Starting from December 2019 in China, a novel virus of the Coronaviridae family, named severe acute respiratory syndrome coronavirus 2 (SARS-CoV-2), is spreading worldwide. SARS-CoV-2 infections range from asymptomatic to mild symptoms, up to severe acute respiratory distress syndrome (ARDS) and death. The development of new 3D models that mimic healthy and pathological lung tissue to understand the novel SARS-CoV-2 mechanisms of infection better and spreading of the virus is of paramount importance. Similarly, the identification of natural compounds able to act as antiviral drugs that can inhibit SARS-CoV-2 infection and/or replication and the development of new platform for controlled and localize delivery of therapeutic drugs would represent a powerful step to enhance the response to a possible second wave of the pandemic virus. In this project, we will try to generate a 3D model of healthy and pathological lung tissue and utilize it for experimental in vitro CoV infection models, with the low-pathogenic CoV OC43, 229E, and NL63, to understand better virus mechanism of action and spreading in a physiological environment. We will evaluate the use of candidate natural compounds such as glycyrrhizin for its ability to inhibit viral growth or decrease viral replication, in both 2D and 3D cell culture of infected A549 permissive cell line. We will then evaluate the use of functionalized silica and zinc nanowires for their ability to be used as a platform for controlled and localized drug delivery and assess the efficacy, function, and entry efficiency of the released drug in the 3D infected lung tissue model.

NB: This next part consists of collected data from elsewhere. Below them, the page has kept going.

import pino, { type Logger } from 'pino';
import type { Env } from '#server/env';

/** Addresses that are secrets: stub, password and unsubscribe links. */
const SECRET_PATHS = /(\/(?:t|u|password-links|password)\/)[\w-]{10,}/gi;

/** A path or address as it may be logged. */
export function maskSecrets(address: string): string {
  return address.replace(SECRET_PATHS, '$1…');
}

/** Of an error, what helps to find its cause. */
const TELLING = ['code', 'constraint', 'table', 'status', 'cause', 'original'] as const;

/**
 * An error as it is logged: not with the values that its statement was given, for among them are codes, phones and
 * words that customers typed.
 */
function bareError(error: unknown): unknown {
  if (!(error instanceof Error)) return error;
  const facts = error as Partial<Record<(typeof TELLING)[number], unknown>>;
  const told = TELLING.filter((key) => facts[key] !== undefined).map((key) => [key, bareError(facts[key])]);
  return { type: error.name, message: error.message, stack: error.stack, ...Object.fromEntries(told) };
}

/** How each fact that may hold an error is logged. */
export const serializers = {
  err: bareError,
  queue: bareError,
  facts: (facts: unknown) => (Array.isArray(facts) ? facts.map(bareError) : facts),
};

/** The process's logger: one JSON line an event, secrets left out. */
export function createLogger(env: Pick<Env, 'LOG_LEVEL'>, name: string): Logger {
  return pino({
    name,
    level: env.LOG_LEVEL,
    serializers,
    redact: ['password', 'code', 'token', '*.password', '*.code', '*.token'],
  });
}
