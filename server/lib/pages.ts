/**
 * The pages: the built client with its files, or Vite's development server. Each answer of a page carries its own
 * nonce in place of the template's mark.
 */
import { once } from 'node:events';
import { readFile } from 'node:fs/promises';
import { createServer, type AddressInfo } from 'node:net';
import { join } from 'node:path';
import { fileURLToPath } from 'node:url';
import compression from 'compression';
import express, { type Request, type RequestHandler, type Router } from 'express';
import { AppError } from '#server/errors';
import type { Services } from './context';

const ROOT = fileURLToPath(new URL('../../', import.meta.url));
const MARK = /__NONCE__/g;

/** What the client's router knows. Anything else is answered 404, with the page that says so. */
const CLIENT_ROUTES = [
  /^\/$/,
  /^\/s\/[^/]+\/?$/,
  /^\/s\/[^/]+\/(book|sign-in)\/?$/,
  /^\/s\/[^/]+\/password\/[^/]+\/?$/,
  /^\/shop\/?$/,
  /^\/shop\/(gate|rail)\/?$/,
  /^\/shop\/jobs\/[^/]+\/?$/,
  /^\/u\/[^/]+\/?$/,
];
const STUB_ROUTE = /^\/t\/[^/]+\/?$/;

type Template = 'index.html' | 'stub.html';
/** Gives a page's template as it is to be sent, but for the nonce. */
type ReadTemplate = (name: Template, url: string) => Promise<string>;

/** Serves pages and their files. */
export async function pages({ env }: Pick<Services, 'env'>, dist = join(ROOT, 'dist')): Promise<Router> {
  const router = express.Router();
  const development = env.VITE_DEV ? await viteServer() : null;
  if (development) router.use(development.middleware);
  else router.use(compression(), builtFiles(dist));
  router.use(page(development?.read ?? builtTemplates(dist)));
  return router;
}

function page(read: ReadTemplate): RequestHandler {
  return async (req, res) => {
    if (req.method !== 'GET' && req.method !== 'HEAD') throw new AppError('not_found');
    const html = await read(STUB_ROUTE.test(req.path) ? 'stub.html' : 'index.html', req.originalUrl);
    res.status(isKnown(req) ? 200 : 404);
    res.set({ 'Content-Type': 'text/html; charset=utf-8', 'Cache-Control': 'no-store' });
    res.send(html.replace(MARK, req.cspNonce));
  };
}

function isKnown(req: Request): boolean {
  return STUB_ROUTE.test(req.path) || CLIENT_ROUTES.some((route) => route.test(req.path));
}

/** Nothing here is so large that a part of it is worth asking for. */
const PLAIN = { index: false, acceptRanges: false } as const;

/** The build's files. Names under assets/ carry a hash of the content and may be kept for ever. */
function builtFiles(dist: string): RequestHandler {
  const router = express.Router();
  const assets = express.static(join(dist, 'assets'), { ...PLAIN, immutable: true, maxAge: '1y' });
  router.use('/assets', assets, () => {
    throw new AppError('not_found');
  });
  const others = express.static(dist, { ...PLAIN, maxAge: '1h', redirect: false });
  // The templates are not pages: they go out with a nonce or not at all.
  router.use((req, res, next) => (isTemplate(req.path) ? next() : others(req, res, next)));
  return router;
}

/** Looked at as the file server reads it, with every sign decoded. */
function isTemplate(path: string): boolean {
  return /\.html$/i.test(decodeURIComponent(path));
}

function builtTemplates(dist: string): ReadTemplate {
  const kept = new Map<Template, string>();
  return async (name) => {
    const html = kept.get(name) ?? (await readBuilt(join(dist, name)));
    kept.set(name, html);
    return html;
  };
}

async function readBuilt(path: string): Promise<string> {
  try {
    return await readFile(path, 'utf8');
  } catch (cause) {
    throw new AppError('unavailable', { cause });
  }
}

async function viteServer(): Promise<{ middleware: RequestHandler; read: ReadTemplate }> {
  const { createServer: createVite } = await import('vite');
  const server = { middlewareMode: true as const, hmr: { port: await freePort() } };
  const vite = await createVite({ root: ROOT, server, appType: 'custom' });
  return {
    middleware: vite.middlewares,
    read: async (name, url) => vite.transformIndexHtml(url, await readFile(join(ROOT, name), 'utf8')),
  };
}

/** A port for the development server's web socket: its usual one belongs to whichever checkout came first. */
async function freePort(): Promise<number> {
  const probe = createServer().listen(0, '127.0.0.1');
  await once(probe, 'listening');
  const { port } = probe.address() as AddressInfo;
  probe.close();
  await once(probe, 'close');
  return port;
}
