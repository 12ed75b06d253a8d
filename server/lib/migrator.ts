import { fileURLToPath } from 'node:url';
import { Sequelize } from 'sequelize';
import { SequelizeStorage, Umzug } from 'umzug';
import { asRole } from './db';

export interface MigrationTarget {
  databaseUrl: string;
  appRole: string;
  ownerRole: string;
}

const glob = fileURLToPath(new URL('../../migrations/*.cjs', import.meta.url));

async function withUmzug<T>(target: MigrationTarget, act: (umzug: Umzug<object>) => Promise<T>): Promise<T> {
  const ownerUrl = asRole(target.databaseUrl, target.ownerRole);
  const sequelize = new Sequelize(ownerUrl, { dialect: 'postgres', logging: false, pool: { max: 2 } });
  const context = { sequelize, ownerUrl, appRole: target.appRole, ownerRole: target.ownerRole };
  const umzug = new Umzug<object>({
    migrations: { glob },
    context,
    storage: new SequelizeStorage({ sequelize, tableName: 'migrations' }),
    logger: undefined,
  });
  try {
    return await act(umzug);
  } finally {
    await sequelize.close();
  }
}

/** Applies what is pending. @returns the names of the migrations applied now */
export function migrateUp(target: MigrationTarget): Promise<string[]> {
  return withUmzug(target, async (umzug) => (await umzug.up()).map((migration) => migration.name));
}

/** Takes back the newest `steps` migrations, or all of them. @returns their names */
export function migrateDown(target: MigrationTarget, steps: number | 'all' = 1): Promise<string[]> {
  const options = steps === 'all' ? { to: 0 as const } : { step: steps };
  return withUmzug(target, async (umzug) => (await umzug.down(options)).map((migration) => migration.name));
}
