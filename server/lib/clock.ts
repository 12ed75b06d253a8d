/**
 * The one clock. Real time plus an offset; in development and tests the offset is asked of a clock address, so that
 * server, worker and fakes agree and a test can set the hour.
 */
export interface Clock {
  now(): Date;
  stop(): void;
}

const POLL_MS = 250;

async function readOffset(url: string): Promise<number> {
  const answer = await fetch(url, { signal: AbortSignal.timeout(2000) });
  const body = (await answer.json()) as { offsetMs: number };
  return body.offsetMs;
}

/** The clock of a process. Without an address, real time. */
export async function startClock(url: string | undefined): Promise<Clock> {
  if (!url) return { now: () => new Date(), stop: () => undefined };
  let offset = await readOffset(url);
  const timer = setInterval(() => {
    readOffset(url).then(
      (ms) => (offset = ms),
      () => undefined, // The address is away for a moment: the last offset holds.
    );
  }, POLL_MS);
  timer.unref();
  return { now: () => new Date(Date.now() + offset), stop: () => clearInterval(timer) };
}

/** A clock that stands where it is put, for tests. */
export function manualClock(start: Date): Clock & { set(at: Date): void } {
  let at = start;
  return { now: () => new Date(at), set: (next) => (at = next), stop: () => undefined };
}
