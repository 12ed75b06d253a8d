/** Opens a shop: its global rows as owner, since the app may only read them, and everything else as app. */
import type { Sequelize } from 'sequelize';
import { ComplaintKind, ShopSettings } from '#server/models/index';
import type { WeekHours } from '#shared/domain/hours';
import type { Stage } from '#shared/domain/stages';
import { withShop } from './db';
import { DEFAULT_COMPLAINTS } from './defaultComplaints';
import { newId } from './ids';

export interface NewShop {
  slug: string;
  name: string;
  /** At most 20 characters: every text begins with it. */
  textName: string;
  zone: string;
  phone: string;
  /** The number that texts come from and that answers go to. */
  sender: string;
  email: string;
  address: string;
  gateNote?: { en: string; es: string };
  about?: { en: string; es: string };
  placesPerHalfDay?: number;
  pegs?: Partial<Record<Stage, number>>;
  hours?: WeekHours;
}

const weekday = [{ from: '07:00', to: '17:00' }];
/** Monday to Friday, seven to five. */
export const USUAL_HOURS: WeekHours = {
  1: weekday,
  2: weekday,
  3: weekday,
  4: weekday,
  5: weekday,
  6: [],
  7: [],
};
const ARRIVAL_TIMES = ['07:30', '09:00', '11:00', '13:30', '15:30'];
const PLACES = 4;
const PEGS = { diagnosis: 2, repair: 2, test_run: 1 };

/**
 * @param owner a connection as the owner role
 * @returns the shop's id
 */
export async function openNewShop(owner: Sequelize, shop: NewShop): Promise<string> {
  const id = newId();
  await owner.transaction(async (transaction) => {
    const insert = (sql: string, bind: unknown[]) => owner.query(sql, { bind, transaction });
    await insert('insert into shops (id, slug, name, zone) values ($1, $2, $3, $4)', [
      id,
      shop.slug,
      shop.name,
      shop.zone,
    ]);
    await insert('insert into sender_numbers (phone, shop_id) values ($1, $2)', [shop.sender, id]);
  });
  await withShop(id, () => fillShop(id, shop));
  return id;
}

/** The usual times that fall into the shop's hours; where none does, each opening. */
function arrivalTimesOf(hours: WeekHours): string[] {
  const spans = Object.values(hours).flat();
  const within = ARRIVAL_TIMES.filter((time) => spans.some(({ from, to }) => from <= time && time < to));
  return within.length > 0 ? within : [...new Set(spans.map(({ from }) => from))].sort();
}

async function fillShop(shopId: string, shop: NewShop): Promise<void> {
  await ShopSettings.create({
    shopId,
    id: newId(),
    phone: shop.phone,
    email: shop.email,
    address: shop.address,
    textName: shop.textName,
    gateNoteEn: shop.gateNote?.en ?? '',
    gateNoteEs: shop.gateNote?.es ?? '',
    aboutEn: shop.about?.en ?? '',
    aboutEs: shop.about?.es ?? '',
    hours: shop.hours ?? USUAL_HOURS,
    arrivalTimes: arrivalTimesOf(shop.hours ?? USUAL_HOURS),
    placesPerHalfDay: shop.placesPerHalfDay ?? PLACES,
    pegs: shop.pegs ?? PEGS,
  });
  for (const [position, { key, en, es }] of DEFAULT_COMPLAINTS.entries()) {
    await ComplaintKind.create({ shopId, id: newId(), key, labelEn: en, labelEs: es, position });
  }
}
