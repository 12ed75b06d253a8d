/** What customers of such a shop usually complain of, in plain words. A new shop begins with this list. */
export const DEFAULT_COMPLAINTS: readonly { key: string; en: string; es: string }[] = [
  { key: 'wont_start', en: "Won't start", es: 'No arranca' },
  { key: 'no_pressure', en: 'No pressure', es: 'No da presión' },
  { key: 'slow_to_build', en: 'Slow to build pressure', es: 'Tarda en cargar' },
  { key: 'leaks_air', en: 'Leaks air', es: 'Pierde aire' },
  { key: 'leaks_oil', en: 'Leaks oil or fuel', es: 'Pierde aceite o gasolina' },
  { key: 'wont_idle', en: "Won't speed up or idle down", es: 'No sube o no baja de vueltas' },
  { key: 'noisy', en: 'Noisy or shakes', es: 'Hace ruido o vibra' },
  { key: 'other', en: 'Something else', es: 'Otra cosa' },
];
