/**
 * The catalogues on the server: notices, answers to texts and errors are said in the reader's language, from the
 * same files and by the same message format as the screens.
 */
import { readdirSync, readFileSync } from 'node:fs';
import { createI18n } from 'vue-i18n';
import { LANGUAGES, type Language } from '#shared/domain/when';

interface Words {
  [key: string]: string | Words;
}
export type Params = Record<string, string | number>;

/** A language's areas: each file begins with the keys of its own. */
function readCatalogue(language: Language): Words {
  const folder = new URL(`../../shared/locales/${language}/`, import.meta.url);
  const files = readdirSync(folder).filter((name) => name.endsWith('.json'));
  const areas = files.map((name) => JSON.parse(readFileSync(new URL(name, folder), 'utf8')) as Words);
  return Object.assign({}, ...areas) as Words;
}

const i18n = createI18n({
  legacy: false,
  locale: 'en',
  missingWarn: false,
  fallbackWarn: false,
  messages: Object.fromEntries(LANGUAGES.map((language) => [language, readCatalogue(language)])),
});
const { global } = i18n;

/** Whether the catalogues of that language have the key. */
function hasWords(language: Language, key: string): boolean {
  return global.te(key, language);
}

/**
 * Says `key` in a language.
 * @param params values for the places in the message; `n` also chooses between "one | many"
 * @throws Error when the catalogue lacks the key: a person must never read a key
 */
export function translate(language: Language, key: string, params: Params = {}): string {
  if (!hasWords(language, key)) throw new Error(`no words for ${key} in ${language}`);
  const options = { locale: language };
  return typeof params.n === 'number'
    ? global.t(key, params, { ...options, plural: params.n })
    : global.t(key, params, options);
}
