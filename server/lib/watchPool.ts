import type { Pool } from 'pg';
import type { Logger } from 'pino';

/** Logs connections that break while nobody uses them; unheard, such an error ends the process. */
export function watchPool(pool: Pool, log: Logger): void {
  const note = (error: Error): void => log.error({ err: error }, 'a connection broke');
  pool.on('error', note);
  pool.on('connect', (client) => client.on('error', note));
}
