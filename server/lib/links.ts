import { hashToken, linkToken, newId } from './ids';
import { run } from './db';
import type { Ctx } from './context';
import { Link } from '#server/models/index';

interface NewLink {
  visitId: string;
  personId: string | null;
  purpose: Link['purpose'];
}

/** Makes one person's link to the stub of a visit. @returns its path, `/t/…` */
export async function createStubLink(
  ctx: Pick<Ctx, 'shopId' | 'now' | 'env'>,
  input: NewLink,
): Promise<string> {
  const id = newId();
  const token = linkToken(ctx.env.LINK_KEY, id);
  const tokenHash = hashToken(token);
  await Link.create({ shopId: ctx.shopId, id, tokenHash, createdAt: ctx.now, ...input });
  await run('insert into link_directory (token_hash, shop_id) values ($1, $2)', [tokenHash, ctx.shopId]);
  return `/t/${token}`;
}
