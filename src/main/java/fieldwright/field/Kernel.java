package fieldwright.field;

/**
 * Field and potential at the origin of d of a unit source at d, without 1/(4π eps0): d is source minus target (m).
 * Endless sources that are uniform along an axis are integrated along it in closed form: a whole line, half a line
 * (from {@code end} on), or a plane.
 */
final class Kernel {
    enum Kind { POINT, LINE, HALF_LINE, PLANE }

    static final Kernel POINT = new Kernel(Kind.POINT, -1, 0, 0);

    final Kind kind;
    /** LINE, HALF_LINE: the axis it runs along; PLANE: the axis it stands across. */
    final int axis;
    final double end;
    final int sign;

    private Kernel(Kind kind, int axis, double end, int sign) {
        this.kind = kind;
        this.axis = axis;
        this.end = end;
        this.sign = sign;
    }

    static Kernel line(int axis) {
        return new Kernel(Kind.LINE, axis, 0, 0);
    }

    static Kernel halfLine(int axis, double end, int sign) {
        return new Kernel(Kind.HALF_LINE, axis, end, sign);
    }

    static Kernel plane(int normal) {
        return new Kernel(Kind.PLANE, normal, 0, 0);
    }

    boolean isEndless() {
        return kind != Kind.POINT;
    }

    /** The component of d that does not count as distance, or −1. */
    int alongAxis() {
        return kind == Kind.LINE || kind == Kind.HALF_LINE ? axis : -1;
    }

    /** out[0..2] = field of weights w at displacements d. */
    void field(double[][] d, double[] w, double[] target, int n, double[][] out) {
        switch (kind) {
            case POINT -> pointField(d[0], d[1], d[2], w, n, out[0], out[1], out[2]);
            case PLANE -> {
                for (int i = 0; i < n; i++) {
                    for (int a = 0; a < 3; a++) {
                        out[a][i] = 0;
                    }
                    out[axis][i] = -2 * Math.PI * Math.signum(d[axis][i]) * w[i];
                }
            }
            default -> lineField(d, w, target, n, out);
        }
    }

    private static void pointField(double[] x, double[] y, double[] z, double[] w, int n, double[] ex, double[] ey, double[] ez) {
        for (int i = 0; i < n; i++) {
            double square = x[i] * x[i] + y[i] * y[i] + z[i] * z[i];
            double f = -w[i] / (square * Math.sqrt(square));
            ex[i] = f * x[i];
            ey[i] = f * y[i];
            ez[i] = f * z[i];
        }
    }

    private void lineField(double[][] d, double[] w, double[] target, int n, double[][] out) {
        double[] p = d[(axis + 1) % 3];
        double[] q = d[(axis + 2) % 3];
        double zeta = sign * (end - (target == null ? 0 : target[axis]));
        for (int i = 0; i < n; i++) {
            double square = p[i] * p[i] + q[i] * q[i];
            double f;
            double along = 0;
            if (kind == Kind.LINE) {
                f = -2 * w[i] / square;
            } else {
                double root = Math.sqrt(square + zeta * zeta);
                f = zeta > 0 ? -w[i] / (root * (root + zeta)) : -w[i] / square * (1 - zeta / root);
                along = -sign * w[i] / root;
            }
            out[(axis + 1) % 3][i] = f * p[i];
            out[(axis + 2) % 3][i] = f * q[i];
            out[axis][i] = along;
        }
    }

    /** out = potential; for endless kernels up to a constant, which drops out of differences. */
    void potential(double[][] d, double[] w, double[] target, int n, double[] out) {
        switch (kind) {
            case POINT -> {
                for (int i = 0; i < n; i++) {
                    out[i] = w[i] / Math.sqrt(d[0][i] * d[0][i] + d[1][i] * d[1][i] + d[2][i] * d[2][i]);
                }
            }
            case PLANE -> {
                for (int i = 0; i < n; i++) {
                    out[i] = -2 * Math.PI * Math.abs(d[axis][i]) * w[i];
                }
            }
            default -> {
                double[] p = d[(axis + 1) % 3];
                double[] q = d[(axis + 2) % 3];
                double zeta = sign * (end - target[axis]);
                for (int i = 0; i < n; i++) {
                    double square = p[i] * p[i] + q[i] * q[i];
                    if (kind == Kind.LINE) {
                        out[i] = -w[i] * Math.log(square);
                    } else {
                        double root = Math.sqrt(square + zeta * zeta);
                        out[i] = -w[i] * (zeta >= 0 ? Math.log(root + zeta) : Math.log(square) - Math.log(root - zeta));
                    }
                }
            }
        }
    }
}
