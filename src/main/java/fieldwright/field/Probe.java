package fieldwright.field;

/**
 * One place at which a source is seen, and what its field E and potential V there add to the answer:
 * answer field += a·E + b·V, answer potential += c·V. Images in surroundings are probes at reflected places.
 * {@code a} by rows, sheet frame.
 */
record Probe(double[] place, double[] a, double[] b, double c) {
    static Probe direct(double x, double y, double z) {
        return new Probe(new double[] {x, y, z}, new double[] {1, 0, 0, 0, 1, 0, 0, 0, 1}, null, 1);
    }
}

This project has a strong interdisciplinary approach bringing together experts tissue engineers, molecular biologists, virologists, and electrical engineers leader in nanowire technologies for health applications aiming to start to answer different issues in the new SARS-COv-2 pandemic. The project aims to begin understanding how the difference in tissue microenvironment could influence virus infection, replication, and spreading. The use of these tissue models could also be a better and powerful tool in testing candidate drugs as it better recapitulates the in vivo environment's complexity, both in a healthy and pathological condition, as compared to classical 2D culture. methods
This would allow the use of 3D models also to better understand the broad range in patient response and could be of paramount importance, both for the therapeutic and prognostic value, as the altered microenvironment could strongly play a role not only in virus pathogenicity and immune cell inflammatory response but also in the drug bioavailability in the infected site. We will also evaluate a silicon and zinc functionalized platform for controlled and localized delivery. This approach has been shown to be advantageous in many other drug delivery approaches and could potentially be suitable for the release of a broad array of drugs, therefore, having a significant impact not only for the cure of SARS-COv-2 patients but also potentially other diseases. Moreover, it has already been tested in vivo for the release of nucleic acid showing excellent biosafety and thus the potential for an easy and fast in vivo application. Lastly, we will also try to evaluate naturally-derived drugs such as Glycerizina, as it has been already shown to have antiviral effects on other viruses of the Coronaviridae family, with the potential to be easily translated in vivo as well as reduce potential side effects that have been currently observed with other candidate drug.